PROBLEM DESCRIPTION: An exact reproduction of all entries is required.

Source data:
──────────

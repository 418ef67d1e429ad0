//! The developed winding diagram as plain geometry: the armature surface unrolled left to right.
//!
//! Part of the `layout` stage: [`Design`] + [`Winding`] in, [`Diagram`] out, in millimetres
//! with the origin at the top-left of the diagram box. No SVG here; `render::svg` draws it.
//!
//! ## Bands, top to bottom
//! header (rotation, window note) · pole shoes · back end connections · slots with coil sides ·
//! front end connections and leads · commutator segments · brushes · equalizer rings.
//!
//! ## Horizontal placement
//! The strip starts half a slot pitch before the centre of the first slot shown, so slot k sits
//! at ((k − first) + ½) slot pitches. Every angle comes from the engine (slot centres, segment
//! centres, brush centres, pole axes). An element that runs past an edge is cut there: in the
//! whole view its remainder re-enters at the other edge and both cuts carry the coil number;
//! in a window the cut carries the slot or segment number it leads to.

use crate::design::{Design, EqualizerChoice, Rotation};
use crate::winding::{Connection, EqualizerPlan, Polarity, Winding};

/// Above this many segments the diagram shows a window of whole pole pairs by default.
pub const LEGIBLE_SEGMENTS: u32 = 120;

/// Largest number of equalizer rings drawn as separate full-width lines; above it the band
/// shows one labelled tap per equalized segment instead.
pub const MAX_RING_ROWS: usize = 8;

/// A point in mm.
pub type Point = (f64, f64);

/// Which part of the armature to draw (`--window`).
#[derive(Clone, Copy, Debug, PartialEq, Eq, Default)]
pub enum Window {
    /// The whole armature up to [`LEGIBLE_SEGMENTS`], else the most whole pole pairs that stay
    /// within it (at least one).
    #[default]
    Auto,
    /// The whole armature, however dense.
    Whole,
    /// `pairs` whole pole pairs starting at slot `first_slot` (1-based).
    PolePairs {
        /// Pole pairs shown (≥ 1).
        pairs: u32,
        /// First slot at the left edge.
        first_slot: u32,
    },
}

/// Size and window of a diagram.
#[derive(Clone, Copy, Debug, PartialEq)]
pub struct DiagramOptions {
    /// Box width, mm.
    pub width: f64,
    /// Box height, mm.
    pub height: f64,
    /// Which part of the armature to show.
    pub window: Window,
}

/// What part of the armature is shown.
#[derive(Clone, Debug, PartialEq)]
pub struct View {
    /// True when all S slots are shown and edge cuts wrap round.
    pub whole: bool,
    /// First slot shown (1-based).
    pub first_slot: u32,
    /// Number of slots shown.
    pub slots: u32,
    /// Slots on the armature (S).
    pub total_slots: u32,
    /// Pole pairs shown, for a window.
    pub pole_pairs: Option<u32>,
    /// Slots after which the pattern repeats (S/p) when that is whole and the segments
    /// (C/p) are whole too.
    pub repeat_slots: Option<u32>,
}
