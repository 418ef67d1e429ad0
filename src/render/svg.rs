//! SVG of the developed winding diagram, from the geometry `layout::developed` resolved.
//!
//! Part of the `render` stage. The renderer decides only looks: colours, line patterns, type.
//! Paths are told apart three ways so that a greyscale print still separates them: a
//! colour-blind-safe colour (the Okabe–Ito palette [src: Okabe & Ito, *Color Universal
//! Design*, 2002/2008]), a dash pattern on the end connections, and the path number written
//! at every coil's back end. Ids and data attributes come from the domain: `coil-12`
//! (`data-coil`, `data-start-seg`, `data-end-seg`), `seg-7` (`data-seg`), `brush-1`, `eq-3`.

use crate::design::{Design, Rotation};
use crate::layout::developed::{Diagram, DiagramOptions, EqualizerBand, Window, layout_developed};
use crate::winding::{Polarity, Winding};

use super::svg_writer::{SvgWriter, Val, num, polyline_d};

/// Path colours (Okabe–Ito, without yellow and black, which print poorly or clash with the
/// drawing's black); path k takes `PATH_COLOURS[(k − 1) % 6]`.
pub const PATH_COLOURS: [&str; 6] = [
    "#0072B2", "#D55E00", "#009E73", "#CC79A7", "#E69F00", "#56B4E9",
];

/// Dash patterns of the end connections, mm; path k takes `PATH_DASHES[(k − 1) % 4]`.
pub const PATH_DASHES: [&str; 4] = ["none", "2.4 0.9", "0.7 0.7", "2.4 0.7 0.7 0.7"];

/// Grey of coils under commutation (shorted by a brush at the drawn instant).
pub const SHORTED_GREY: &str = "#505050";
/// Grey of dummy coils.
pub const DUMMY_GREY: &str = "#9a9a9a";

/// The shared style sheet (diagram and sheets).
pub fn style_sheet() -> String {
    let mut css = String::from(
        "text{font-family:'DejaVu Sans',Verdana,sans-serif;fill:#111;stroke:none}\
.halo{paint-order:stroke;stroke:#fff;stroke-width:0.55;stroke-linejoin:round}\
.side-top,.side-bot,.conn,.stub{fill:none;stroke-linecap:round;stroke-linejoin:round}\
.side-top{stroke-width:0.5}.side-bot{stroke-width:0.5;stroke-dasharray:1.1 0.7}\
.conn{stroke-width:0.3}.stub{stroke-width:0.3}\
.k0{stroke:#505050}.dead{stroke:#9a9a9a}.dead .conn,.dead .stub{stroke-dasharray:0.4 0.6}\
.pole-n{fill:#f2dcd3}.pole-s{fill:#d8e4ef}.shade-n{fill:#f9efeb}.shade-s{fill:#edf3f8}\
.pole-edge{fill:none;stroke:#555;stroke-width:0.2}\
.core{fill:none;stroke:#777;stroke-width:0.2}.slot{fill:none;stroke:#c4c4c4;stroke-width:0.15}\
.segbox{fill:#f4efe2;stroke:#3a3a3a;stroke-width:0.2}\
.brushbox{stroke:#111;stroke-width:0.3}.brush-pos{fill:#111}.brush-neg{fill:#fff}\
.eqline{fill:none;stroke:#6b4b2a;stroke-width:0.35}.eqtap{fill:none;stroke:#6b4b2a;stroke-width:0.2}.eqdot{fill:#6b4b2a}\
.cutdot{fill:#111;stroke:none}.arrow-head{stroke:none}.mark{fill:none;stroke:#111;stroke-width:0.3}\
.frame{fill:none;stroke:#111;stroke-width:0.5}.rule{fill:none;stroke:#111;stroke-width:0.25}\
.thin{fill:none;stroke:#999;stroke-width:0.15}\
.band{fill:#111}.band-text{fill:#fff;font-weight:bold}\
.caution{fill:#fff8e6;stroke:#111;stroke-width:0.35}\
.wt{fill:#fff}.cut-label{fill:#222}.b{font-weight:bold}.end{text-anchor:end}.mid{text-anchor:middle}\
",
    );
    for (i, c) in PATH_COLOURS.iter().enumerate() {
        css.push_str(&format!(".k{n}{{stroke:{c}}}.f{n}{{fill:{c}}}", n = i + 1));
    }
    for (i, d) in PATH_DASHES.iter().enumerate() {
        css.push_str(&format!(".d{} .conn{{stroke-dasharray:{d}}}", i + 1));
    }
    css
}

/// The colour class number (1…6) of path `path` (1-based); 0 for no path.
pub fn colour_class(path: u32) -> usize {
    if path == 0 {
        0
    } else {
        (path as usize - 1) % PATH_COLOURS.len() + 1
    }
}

──────────

SOLUTION TO THIS EXERCISE:
repository 418ef67d1e429ad0
//! The developed winding diagram as plain geometry: the armature surface unrolled left to right.
//!
//! Part of the `layout` stage: [`Design`] + [`Winding`] in, [`Diagram`] out, in millimetres
//! with the origin at the top-left of the diagram box. No SVG here; `render::svg` draws it.
//!
//! ## Bands, top to bottom
//! header (rotation, window note) · pole shoes · back end connections · slots with coil sides ·
//! front end connections and leads · commutator segments · brushes · equalizer rings.
//!
//! ## Horizontal placement
//! The strip starts half a slot pitch before the centre of the first slot shown, so slot k sits
//! at ((k − first) + ½) slot pitches. Every angle comes from the engine (slot centres, segment
//! centres, brush centres, pole axes). An element that runs past an edge is cut there: in the
//! whole view its remainder re-enters at the other edge and both cuts carry the coil number;
//! in a window the cut carries the slot or segment number it leads to.

use crate::design::{Design, EqualizerChoice, Rotation};
use crate::winding::{Connection, EqualizerPlan, Polarity, Winding};

/// Above this many segments the diagram shows a window of whole pole pairs by default.
pub const LEGIBLE_SEGMENTS: u32 = 120;

/// Largest number of equalizer rings drawn as separate full-width lines; above it the band
/// shows one labelled tap per equalized segment instead.
pub const MAX_RING_ROWS: usize = 8;

/// A point in mm.
pub type Point = (f64, f64);

/// Which part of the armature to draw (`--window`).
#[derive(Clone, Copy, Debug, PartialEq, Eq, Default)]
pub enum Window {
    /// The whole armature up to [`LEGIBLE_SEGMENTS`], else the most whole pole pairs that stay
    /// within it (at least one).
    #[default]
    Auto,
    /// The whole armature, however dense.
    Whole,
    /// `pairs` whole pole pairs starting at slot `first_slot` (1-based).
    PolePairs {
        /// Pole pairs shown (≥ 1).
        pairs: u32,
        /// First slot at the left edge.
        first_slot: u32,
    },
}

/// Size and window of a diagram.
#[derive(Clone, Copy, Debug, PartialEq)]
pub struct DiagramOptions {
    /// Box width, mm.
    pub width: f64,
    /// Box height, mm.
    pub height: f64,
    /// Which part of the armature to show.
    pub window: Window,
}

/// What part of the armature is shown.
#[derive(Clone, Debug, PartialEq)]
pub struct View {
    /// True when all S slots are shown and edge cuts wrap round.
    pub whole: bool,
    /// First slot shown (1-based).
    pub first_slot: u32,
    /// Number of slots shown.
    pub slots: u32,
    /// Slots on the armature (S).
    pub total_slots: u32,
    /// Pole pairs shown, for a window.
    pub pole_pairs: Option<u32>,
    /// Slots after which the pattern repeats (S/p) when that is whole and the segments
    /// (C/p) are whole too.
    pub repeat_slots: Option<u32>,
}
repository 418ef67d1e429ad0
filename src/render/svg.rs
//! SVG of the developed winding diagram, from the geometry `layout::developed` resolved.
//!
//! Part of the `render` stage. The renderer decides only looks: colours, line patterns, type.
//! Paths are told apart three ways so that a greyscale print still separates them: a
//! colour-blind-safe colour (the Okabe–Ito palette [src: Okabe & Ito, *Color Universal
//! Design*, 2002/2008]), a dash pattern on the end connections, and the path number written
//! at every coil's back end. Ids and data attributes come from the domain: `coil-12`
//! (`data-coil`, `data-start-seg`, `data-end-seg`), `seg-7` (`data-seg`), `brush-1`, `eq-3`.

use crate::design::{Design, Rotation};
use crate::layout::developed::{Diagram, DiagramOptions, EqualizerBand, Window, layout_developed};
use crate::winding::{Polarity, Winding};

use super::svg_writer::{SvgWriter, Val, num, polyline_d};

/// Path colours (Okabe–Ito, without yellow and black, which print poorly or clash with the
/// drawing's black); path k takes `PATH_COLOURS[(k − 1) % 6]`.
pub const PATH_COLOURS: [&str; 6] = [
    "#0072B2", "#D55E00", "#009E73", "#CC79A7", "#E69F00", "#56B4E9",
];

/// Dash patterns of the end connections, mm; path k takes `PATH_DASHES[(k − 1) % 4]`.
pub const PATH_DASHES: [&str; 4] = ["none", "2.4 0.9", "0.7 0.7", "2.4 0.7 0.7 0.7"];

/// Grey of coils under commutation (shorted by a brush at the drawn instant).
pub const SHORTED_GREY: &str = "#505050";
/// Grey of dummy coils.
pub const DUMMY_GREY: &str = "#9a9a9a";

/// The shared style sheet (diagram and sheets).
pub fn style_sheet() -> String {
    let mut css = String::from(
        "text{font-family:'DejaVu Sans',Verdana,sans-serif;fill:#111;stroke:none}\
.halo{paint-order:stroke;stroke:#fff;stroke-width:0.55;stroke-linejoin:round}\
.side-top,.side-bot,.conn,.stub{fill:none;stroke-linecap:round;stroke-linejoin:round}\
.side-top{stroke-width:0.5}.side-bot{stroke-width:0.5;stroke-dasharray:1.1 0.7}\
.conn{stroke-width:0.3}.stub{stroke-width:0.3}\
.k0{stroke:#505050}.dead{stroke:#9a9a9a}.dead .conn,.dead .stub{stroke-dasharray:0.4 0.6}\
.pole-n{fill:#f2dcd3}.pole-s{fill:#d8e4ef}.shade-n{fill:#f9efeb}.shade-s{fill:#edf3f8}\
.pole-edge{fill:none;stroke:#555;stroke-width:0.2}\
.core{fill:none;stroke:#777;stroke-width:0.2}.slot{fill:none;stroke:#c4c4c4;stroke-width:0.15}\
.segbox{fill:#f4efe2;stroke:#3a3a3a;stroke-width:0.2}\
.brushbox{stroke:#111;stroke-width:0.3}.brush-pos{fill:#111}.brush-neg{fill:#fff}\
.eqline{fill:none;stroke:#6b4b2a;stroke-width:0.35}.eqtap{fill:none;stroke:#6b4b2a;stroke-width:0.2}.eqdot{fill:#6b4b2a}\
.cutdot{fill:#111;stroke:none}.arrow-head{stroke:none}.mark{fill:none;stroke:#111;stroke-width:0.3}\
.frame{fill:none;stroke:#111;stroke-width:0.5}.rule{fill:none;stroke:#111;stroke-width:0.25}\
.thin{fill:none;stroke:#999;stroke-width:0.15}\
.band{fill:#111}.band-text{fill:#fff;font-weight:bold}\
.caution{fill:#fff8e6;stroke:#111;stroke-width:0.35}\
.wt{fill:#fff}.cut-label{fill:#222}.b{font-weight:bold}.end{text-anchor:end}.mid{text-anchor:middle}\
",
    );
    for (i, c) in PATH_COLOURS.iter().enumerate() {
        css.push_str(&format!(".k{n}{{stroke:{c}}}.f{n}{{fill:{c}}}", n = i + 1));
    }
    for (i, d) in PATH_DASHES.iter().enumerate() {
        css.push_str(&format!(".d{} .conn{{stroke-dasharray:{d}}}", i + 1));
    }
    css
}

/// The colour class number (1…6) of path `path` (1-based); 0 for no path.
pub fn colour_class(path: u32) -> usize {
    if path == 0 {
        0
    } else {
        (path as usize - 1) % PATH_COLOURS.len() + 1
    }
}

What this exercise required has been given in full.